Sunday, October 02, 2005

R.I.P. August Wilson



August Wilson died today at age 60, the premature victim of a rapidly advancing cancer of the liver. Wilson's health has been in severe decline over recent weeks, bringing much sadness to the American theater community and quietly extinguishing plans for his one-man show, a live memoir of the writer's life, which would have opened this season at the Signature Theatre.
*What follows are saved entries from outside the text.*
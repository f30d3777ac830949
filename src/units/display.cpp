#include "units/display.hpp"

#include <cmath>
#include <cstdlib>

#include <fmt/format.h>

#include "units/grammar.hpp"

namespace groundsill {

namespace {

using Names = std::array<std::string_view, shown_count>;

/// In the order of Shown. Written in the grammar of model files, which also tells their sizes.
constexpr Names metric_names = {"m",   "mm",  "mm",   "mrad",     "kN",    "kN/m", "kN m", "MPa",
                                "cm2", "cm4", "kN/m", "kN m/rad", "kg/m3", "K",    "1/K"};
constexpr Names us_names = {"ft",  "in",  "in",     "mrad",       "kip",    "kip/ft", "kip ft", "ksi",
                            "in2", "in4", "kip/in", "kip ft/rad", "lb/ft3", "degF",   "1/degF"};

} // namespace

Display::Display(DisplayUnits units) : names_(units == DisplayUnits::us ? us_names : metric_names) {
    std::string error;
    for (std::size_t kind = 0; kind < names_.size(); ++kind) {
        const Unit unit = parse_unit(names_[kind], error).value();
        up_[kind] = unit.up;
        down_[kind] = unit.down;
    }
}

double Display::in_unit(Shown kind, double si) const {
    const auto index = static_cast<std::size_t>(kind);
    return si * down_[index] / up_[index];
}

std::string Display::result(Shown kind, double si) const { return significant(in_unit(kind, si)); }

std::string Display::result_with_unit(Shown kind, double si) const {
    return fmt::format("{} {}", result(kind, si), unit(kind));
}

std::string Display::given(Shown kind, double si) const {
    return fmt::format("{} {}", compact(in_unit(kind, si)), unit(kind));
}

std::string significant(double value) {
    if (value == 0) return "0";
    if (!std::isfinite(value)) return "-";
    std::string scientific = fmt::format("{:.3e}", value);
    const int exponent = std::atoi(scientific.c_str() + scientific.find('e') + 1);
    if (exponent < -3 || exponent > 6) return scientific;
    return fmt::format("{:.{}f}", value, exponent >= 3 ? 0 : 3 - exponent);
}

std::string compact(double value) {
    const double size = std::abs(value);
    if (value == 0) return "0";
    return size >= 1e6 && size < 1e10 ? fmt::format("{:.0f}", value) : fmt::format("{:.6g}", value);
}

} // namespace groundsill
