def test_mast_legs_force_the_current_within_a_pair() -> None:
    """A trunk gives its T joint the same current whatever stands there; the pair's voltage, and with it both its
    currents, goes as 1/(sum of the pair's resistances): (70 + 52)/(51 + 49) less than the lower pair."""
    answer = solve(turned(example(MAST), "dipole 1", impedance=fixed(70)))
    first, second, lower = (abs(current_a(answer, f"dipole {n}")) for n in (1, 2, 3))
    assert first / second == pytest.approx(1, abs=5e-3)
    assert lower / second == pytest.approx(122 / 100, rel=0.01)


def test_panel_by_hand() -> None:
    """At 2440 MHz: RG-316/U 156.19, RG-405/U 115.28 dB/100 m. Every patch 45 ohm: all four echoes -1/19."""
    answer = solve(example(PANEL))
    pigtail_db, legs_db = 1.5619 * 0.3, 1.1528 * (0.06 + 0.075)
    reflection = (45 - 50) / (45 + 50)
    expected_db = return_loss_db(reflection, pigtail_db + legs_db)
    assert answer.mark.return_loss_db[0] == pytest.approx(expected_db, abs=0.02)
    quarter = (1 - reflection**2) * 10 ** (-(pigtail_db + legs_db) / 10) / 4
    for antenna in answer.antenna_ids:
        assert share(answer, antenna) == pytest.approx(quarter, rel=2e-3)
    # The longest leg lags the shortest by 0.5 mm of 85.4 mm.
    assert answer.mark.phase_balance_deg[0] == pytest.approx(360 * 0.5 / 85.39, abs=0.01)


def test_panel_patches_keep_their_share_beside_a_bad_one() -> None:
    """Half of the bad patch's echo ends in the resistor of its own splitter; the others are not told."""
    plan = example(PANEL)
    before = solve(plan)
    after = solve(turned(plan, "upper left", impedance=fixed(500)))
    for antenna in ("lower left", "upper right", "lower right"):
        assert share(after, antenna) == pytest.approx(share(before, antenna), rel=2e-3)
    to_patch_db, leg_db = 1.5619 * 0.3 + 1.1528 * 0.135, 1.1528 * 0.075
    echo = (450 / 550 + 5 / 95) ** 2  # against the neighbour's own small echo of -5/95
    caught = 10 ** (-(to_patch_db + leg_db) / 10) / 4 * echo / 2
    assert after.mark.part_loss_share["split left"][0] == pytest.approx(caught, rel=0.01)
What Wilson leaves behind, and it's a formidable bequeathal, are his wonderful plays. The cover art I have reproduced above represent my favorites among Wilson's famous 10-play cycle, Joe Turner's Come and Gone, Two Trains Running, and Seven Guitars, which works better than any of the plays, I think, as a summary of Wilson's poetics and themes. These three are closest to my heart, though Ma Rainey's Black Bottom and King Hedley II are strong stuff, and what works in his two Pulitzer Prize-winners, Fences and The Piano Lesson, works really well, despite my reservations about those plays. Soon enough, last year's Gem of the Ocean will become available from a publisher, and hopefully Radio Golf will see the light of day on Broadway, even though Wilson was always more of a critical fixture than a popular favorite.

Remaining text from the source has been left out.